Sobre o governo federal.

O meu governo será o governo da responsabilidade, vai ser o governo do reaquecimento da nossa economia, porque vamos gerar credibilidade para que os investidores estrangeiros, e mesmo os privados nacionais, voltem a produzir no Brasil. Quero que a taxa de investimentos da nossa economia salte em, quatro anos, dos atuais 18% para algo em torno de 24%. Vamos fazer uma gestão parceira com o setor privado, para que possamos superar esses gargalos de logística que ainda impedem um crescimento maior da nossa economia.

O atual governo também falhou.
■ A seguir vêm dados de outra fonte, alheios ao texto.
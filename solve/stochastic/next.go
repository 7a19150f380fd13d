package stochastic

import (
	"context"
	"math"
)

// iheap is an indexed binary min-heap of channels keyed by their putative
// firing times: the channel that fires next is at the top, and a channel's
// key can be changed in O(log n) through its position.
type iheap struct {
	h   []int32 // channels in heap order
	pos []int32 // position of each channel in h
}

func newIHeap(n int) iheap {
	h := iheap{h: make([]int32, n), pos: make([]int32, n)}
	for i := range n {
		h.h[i], h.pos[i] = int32(i), int32(i)
	}
	return h
}

// build orders the heap by the keys.
func (h *iheap) build(key []float64) {
	for i := len(h.h)/2 - 1; i >= 0; i-- {
		h.down(i, key)
	}
}

func (h *iheap) swap(i, j int) {
	h.h[i], h.h[j] = h.h[j], h.h[i]
	h.pos[h.h[i]] = int32(i)
	h.pos[h.h[j]] = int32(j)
}

func (h *iheap) up(i int, key []float64) {
	for i > 0 {
		p := (i - 1) / 2
		if key[h.h[p]] <= key[h.h[i]] {
			return
		}
		h.swap(i, p)
		i = p
	}
}

func (h *iheap) down(i int, key []float64) {
	n := len(h.h)
	for {
		l := 2*i + 1
		if l >= n {
			return
		}
		m := l
		if r := l + 1; r < n && key[h.h[r]] < key[h.h[l]] {
			m = r
		}
		if key[h.h[i]] <= key[h.h[m]] {
			return
		}
		h.swap(i, m)
		i = m
	}
}

// fix restores the heap after channel j's key changed.
func (h *iheap) fix(j int, key []float64) {
	i := int(h.pos[j])
	h.up(i, key)
	h.down(int(h.pos[j]), key)
}

// drawAll gives every channel a fresh putative firing time after t.
func (s *Simulator) drawAll(t float64) {
	for j, a := range s.a {
		s.tnext[j] = s.putative(t, a)
	}
	s.heap.build(s.tnext)
}

// putative returns t plus an exponential time of rate a (+Inf for a = 0).
func (s *Simulator) putative(t, a float64) float64 {
	if a <= 0 {
		return math.Inf(1)
	}
	return t + s.rng.exp()/a
}

// runNext is the next-reaction method (Gibson and Bruck 2000): every
// channel has a putative firing time in an indexed priority queue; the
// earliest fires; the channels whose propensity changed get their times
// rescaled, (a_old/a_new)(T − t) + t, so that one random number is used
// per firing; the channel that fired draws a new one.
func (s *Simulator) runNext(ctx context.Context, t0 float64, times, out []float64) error {
	t := t0
	if err := s.recomputeAll(t); err != nil {
		return err
	}
	s.drawAll(t)
	tEnd := times[len(times)-1]
	k := s.record(times, out, 0, t, true)
	stop := s.nextStop(t)
	for {
		var j int
		tn := math.Inf(1)
		if s.nc > 0 {
			j = int(s.heap.h[0])
			tn = s.tnext[j]
		}
		if tn > stop || tn > tEnd {
			end := math.Min(stop, tEnd)
			k = s.record(times, out, k, end, false)
			t = end
			if stop <= tEnd {
				if _, err := s.events(t, false); err != nil {
					return err
				}
				if err := s.recomputeAll(t); err != nil {
					return err
				}
				s.drawAll(t)
				stop = s.nextStop(t)
				k = s.record(times, out, k, t, true)
				if t < tEnd {
					continue
				}
			}
			s.record(times, out, k, tEnd, true)
			return nil
		}
		k = s.record(times, out, k, tn, false)
		t = tn
		s.apply(j)
		s.stats.Firings++
		if err := canceled(ctx, s.stats.Firings); err != nil {
			return err
		}
		if s.stats.Firings&0xffff == 0 {
			if err := s.checkLimit(t); err != nil {
				return err
			}
		}
		d := &s.ch[j]
		self := false
		for _, kk := range s.dep[d.d0:d.d1] {
			if err := s.rescale(int(kk), j, t); err != nil {
				return err
			}
			self = self || int(kk) == j
		}
		for _, kk := range s.tdep {
			if err := s.rescale(int(kk), j, t); err != nil {
				return err
			}
			self = self || int(kk) == j
		}
		if !self { // its propensity did not change, but its time is spent
			s.tnext[j] = s.putative(t, s.a[j])
			s.heap.fix(j, s.tnext)
		}
		fired, err := s.afterFiring(j, t)
		if err != nil {
			return err
		}
		if fired {
			if err := s.recomputeAll(t); err != nil {
				return err
			}
			s.drawAll(t)
			stop = s.nextStop(t)
		}
	}
}

// rescale recomputes channel k's propensity after channel j fired at t
// and updates its putative time.
func (s *Simulator) rescale(k, j int, t float64) error {
	old := s.a[k]
	v := s.propensity(k, t)
	if s.ch[k].general {
		if err := s.checkProp(k, t, v); err != nil {
			return err
		}
	}
	s.a[k] = v
	switch {
	case k == j || old <= 0:
		s.tnext[k] = s.putative(t, v)
	case v <= 0:
		s.tnext[k] = math.Inf(1)
	default:
		s.tnext[k] = t + (old/v)*(s.tnext[k]-t)
	}
	s.heap.fix(k, s.tnext)
	return nil
}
Falhou na condução da economia, nos deixará como legado inflação saindo do controle e crescimento pífio emoldurado pela perda crescimento da nossa credibilidade. Fracassou na gestão do Estado, como disse, o Brasil é um cemitério de obras inacabadas por toda a parte. E fracassou na condução da melhoria dos nossos indicadores sociais. Na segurança, a omissão é criminosa. Na saúde, a qualidade é cada ano pior, com o governo a cada ano participando com menos recursos do conjunto dos investimentos em saúde. E, na educação, em qualquer ranking respeitável internacional, estamos na lanterna.
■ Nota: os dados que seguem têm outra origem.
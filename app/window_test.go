package main

import (
	"errors"
	"path/filepath"
	"strings"
	"sync"
	"testing"
	"time"

	"fyne.io/fyne/v2"
	"fyne.io/fyne/v2/test"
	"fyne.io/fyne/v2/theme"
	"fyne.io/fyne/v2/widget"

	"kinetarium/network"
)

// ui serialises the callbacks of runs with the test's own use of the
// window, as the real driver's fyne.Do does (the test driver's does not).
var ui sync.Mutex

func onUI(f func()) {
	ui.Lock()
	defer ui.Unlock()
	f()
}

// waitFor polls cond for up to 2 minutes (a guard against hangs, not a speed target).
func waitFor(t *testing.T, what string, cond func() bool) {
	t.Helper()
	deadline := time.Now().Add(2 * time.Minute)
	for time.Now().Before(deadline) {
		done := false
		onUI(func() { done = cond() })
		if done {
			return
		}
		time.Sleep(20 * time.Millisecond)
	}
	t.Fatalf("timed out waiting for %s", what)
}

// The window opens the default example, simulates it, and re-simulates
// after an edit, keeping the earlier run for the overlay.
func TestWindowRunsAndRerunsOnEdit(t *testing.T) {
	a := test.NewTempApp(t)
	w := newMainWindow(a, true)
	defer w.win.Close()
	w.ctrl.Deliver = onUI
	var err error
	onUI(func() { err = w.openStart("") })
	if err != nil {
		t.Fatal(err)
	}
	waitFor(t, "the first run", func() bool { return w.current != nil && !w.ctrl.Running() })
	ui.Lock()
	first := w.current
	if !w.logX.Checked {
		t.Error("the default view is not log-time")
	}
	if len(w.shownSpecies) != len(first.Names) {
		t.Errorf("species checklist has %d rows, want %d", len(w.shownSpecies), len(first.Names))
	}

	// Doubling every initial concentration must show in the first output
	// row of the re-run that the edit triggers.
	w.doc.Apply("scale initial", func(m *network.Model) {
		for i := range m.Species {
			m.Species[i].Initial *= 2
		}
	})
	ui.Unlock()
	waitFor(t, "the re-run after an edit", func() bool { return w.current != first })
	ui.Lock()
	defer ui.Unlock()
	if w.previous != first {
		t.Error("the earlier run is not kept for the overlay")
	}
	for j, name := range w.current.Names {
		if got, want := w.current.Y[0][j], 2*first.Y[0][j]; got != want {
			t.Errorf("initial %s = %g, want %g", name, got, want)
		}
	}
	if !w.doc.Dirty() {
		t.Error("edited document not marked unsaved")
	}
}

// plainError starts the sentence with a capital letter, leaves a message
// that starts with a symbol of more than one byte whole, and does not fail
// on an empty message.
func TestPlainError(t *testing.T) {
	for _, c := range []struct{ err, want string }{
		{"step size too small", "Step size too small"},
		{"μ is negative", "μ is negative"},
		{"", "The run failed."},
	} {
		if got := plainError(errors.New(c.err)); got != c.want {
			t.Errorf("plainError(%q) = %q, want %q", c.err, got, c.want)
		}
	}
}

// A run that stops early shows the part computed; the status line says
// where it stopped, and About the last run gives the reason in full,
// first.
func TestStoppedRunGivesFullReason(t *testing.T) {
	a := test.NewTempApp(t)
	w := newMainWindow(a, true)
	defer w.win.Close()
	w.ctrl.Deliver = onUI
	// 2A -> 3A at rate k·A² with A0 = 1, k = 1: A(t) = 1/(1 − t) grows
	// without bound at t = 1 (closed form of y' = y², common practice).
	m := &network.Model{
		Title:      "runaway",
		Species:    []network.Species{{Name: "A", Initial: 1}},
		Parameters: []network.Parameter{{Name: "k", Value: 1}},
		Reactions: []network.Reaction{{Name: "grow", Equation: "2 A -> 3 A",
			Rate: network.NewRate(network.MassAction, "k", network.Named("k"))}},
		Simulation: network.Simulation{TEnd: 10, Output: network.Output{Points: 101}},
	}
	onUI(func() {
		w.setModel(m, "")
		w.simulate()
	})
	waitFor(t, "the run", func() bool { return w.current != nil && !w.ctrl.Running() })
	onUI(func() {
		o := w.current
		if o.Err == nil || len(o.T) < 2 {
			t.Fatalf("outcome with %d times and error %v, want the part before t = 1 and the reason", len(o.T), o.Err)
		}
		if !strings.HasPrefix(w.status.Text, "The run stopped at t = 1 of 10;") {
			t.Errorf("status line %q", w.status.Text)
		}
		text := runInfoText(o)
		first := strings.SplitN(text, "\n\n", 2)[0]
		if !strings.Contains(first, plainError(o.Err)) || !strings.HasPrefix(first, "The run stopped at t = 1 of 10") {
			t.Errorf("About the last run begins %q; want where the run stopped and the full reason %q", first, plainError(o.Err))
		}
		if w.plot.outcome != o {
			t.Error("the figure does not show the part computed")
		}
	})
}

// A status line saying the model cannot be simulated gives way once the
// mistake it names is fixed (here with re-run on edit off, and after an
// Undo), rather than telling of a mistake that is gone.
func TestBlockedStatusClearsWhenFixed(t *testing.T) {
	a := test.NewTempApp(t)
	w := newMainWindow(a, true)
	defer w.win.Close()
	w.autoRerun = false
	onUI(func() {
		w.setModel(tuneDecayModel(), "")
		w.doc.Apply("break", func(m *network.Model) {
			m.Reactions[0].Rate = network.NewRate(network.MassAction, "k", network.Named("kk"))
		})
		w.simulate()
		if !strings.HasPrefix(w.status.Text, "Cannot simulate yet") || !strings.Contains(w.status.Text, `"kk"`) {
			t.Fatalf("status %q, want the mistake named", w.status.Text)
		}
		w.doc.Undo()
		if strings.Contains(w.status.Text, "Cannot simulate") || w.statusProblem {
			t.Errorf("after the fix the status still says %q", w.status.Text)
		}
	})
}

// The window fits a screen 1024 points wide (1280 pixels at 125 %), with
// sliders open and on either view: its bars scroll sideways rather than
// hold the window wider (they held it at 1243 points). At its opening
// size the bar above the plot is whole.
func TestWindowFitsSmallScreens(t *testing.T) {
	a := newStudyApp(t)
	w := newMainWindow(a, true)
	defer w.win.Close()
	w.autoRerun = false
	onUI(func() {
		w.setModel(exampleModel(t, "twice-daily-oral-dose.json"), "")
		w.tune.setOpen(true)
		w.tune.addChosen("dose (parameter)")
		w.tune.addChosen("tau (parameter)")
		for _, view := range []string{viewDiagram, viewTimeCourse} {
			w.showView(view)
			if got := w.win.Content().MinSize().Width; got > 1000 {
				t.Errorf("%s: the window is at least %.0f points wide", view, got)
			}
		}
		w.win.Resize(fyne.NewSize(1280, 800))
		data := findButton(w.win.Content(), "Data…")
		if data == nil {
			t.Fatal("no Data… button")
		}
		pos := a.Driver().AbsolutePositionForObject(data)
		if right := pos.X + data.Size().Width; right > 1280-theme.Padding() {
			t.Errorf("at 1280 points the bar's last button ends at %.0f, cut off", right)
		}
	})
}

// findEntry returns the first entry showing text among o and what it
// holds.
func findEntry(o fyne.CanvasObject, text string) *widget.Entry {
	var found *widget.Entry
	walkObjects(o, false, func(c fyne.CanvasObject) {
		if e, ok := c.(*widget.Entry); ok && e.Text == text && found == nil {
			found = e
		}
	})
	return found
}

// A value typed with a decimal comma ("1,5") is not taken; saving says
// that the file has the earlier value, and closing asks first rather than
// lose the typed text without a word.
func TestSaveAndCloseTellOfUntakenText(t *testing.T) {
	a := test.NewTempApp(t)
	w := newMainWindow(a, true)
	defer w.win.Close()
	w.autoRerun = false
	path := filepath.Join(t.TempDir(), "m.json")
	onUI(func() {
		w.setModel(tuneDecayModel(), "")
		w.ed.SelectTab("Parameters")
		w.ed.SelectRow("parameters", 0)
		k := findEntry(w.ed.Tabs(), "0.7")
		if k == nil {
			t.Fatal("no entry shows k = 0.7")
		}
		k.SetText("1,5")
		w.saveTo(path)
		if !strings.Contains(w.status.Text, "could not be taken") || !w.statusProblem {
			t.Errorf("after saving, the status says %q", w.status.Text)
		}
		quit := false
		w.confirmDiscard("closing", func() { quit = true })
		if quit {
			t.Error("closing with untaken text does not ask first")
		}
	})
}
O Brasil não merece esse crescimento medíocre que vem tendo, não merece continuar vendo empregos que poderiam estar sendo gerados aqui sendo gerados em outras regiões do mundo. Vamos alinhar nossa política externa com o pragmatismo que sempre a orientou no passado, abrindo novos mercados para quem produz no Brasil. O meu governo vai ser o governo da segurança, do trabalho, e certamente o governo que vai dar exemplos, também, de ética na condução da coisa pública.

Sobre Pedro Taques.

Pedro Taques é um dos mais qualificados quadro da vida pública brasileira. Quero dizer de forma muito clara, já que coloco mais uma vez os pés em Mato Grosso, na sua capital. Pedro Taques é, na minha avaliação, um dos mais completos homens públicos da sua geração. Ele é admirado pelos seus companheiros, mas é também respeitado pelos seus adversários. A vida pública precisa de Pedro Taques vencendo as eleições. E quero oferecer a Pedro, à população do Mato Grosso, a todos os companheiros que estão aqui, ao presidente do meu partido, Nilson Leitão, uma grande parceria. Uma parceria que não foi feita até aqui na história do governo federal com Mato Grosso para que os municípios se fortaleçam e para que o Estado tenha condições de cada vez mais ajudar ao Brasil a se desenvolver.

Sobre Pacto Federativo.

Tenho já há muitos anos, desde quando fui governador de Minas Gerais, sido um dos mais ferrenhos defensores da refundação da Federação. O Brasil está se transformando em um Estado unitário, apenas o governo federal tudo tem e tudo pode e todos dele acabam sendo dependentes. Um país das dimensões e da complexidade do Brasil não pode ser administrado de forma tão centralizada. Todos os itens da agenda da Federação foram adiados pelo atual governo. Desde a renegociação dos Estados, passando por propostas, inclusive uma de minha autoria, que impedem as desonerações de tributos incidentes sobre a base de arrecadação de municípios e dos Estados – permite ao governo federal faça as desonerações quando achar adequadas por questões especificas, sazonalidade ou por ocorrência desleal de determinado setor da economia, mas sobre a parcela de receita que lhe cabe. Precisamos rapidamente reorganizar e reequilibrar a Federação. Mas para isso é preciso um governo que tenha generosidade e o nosso terá.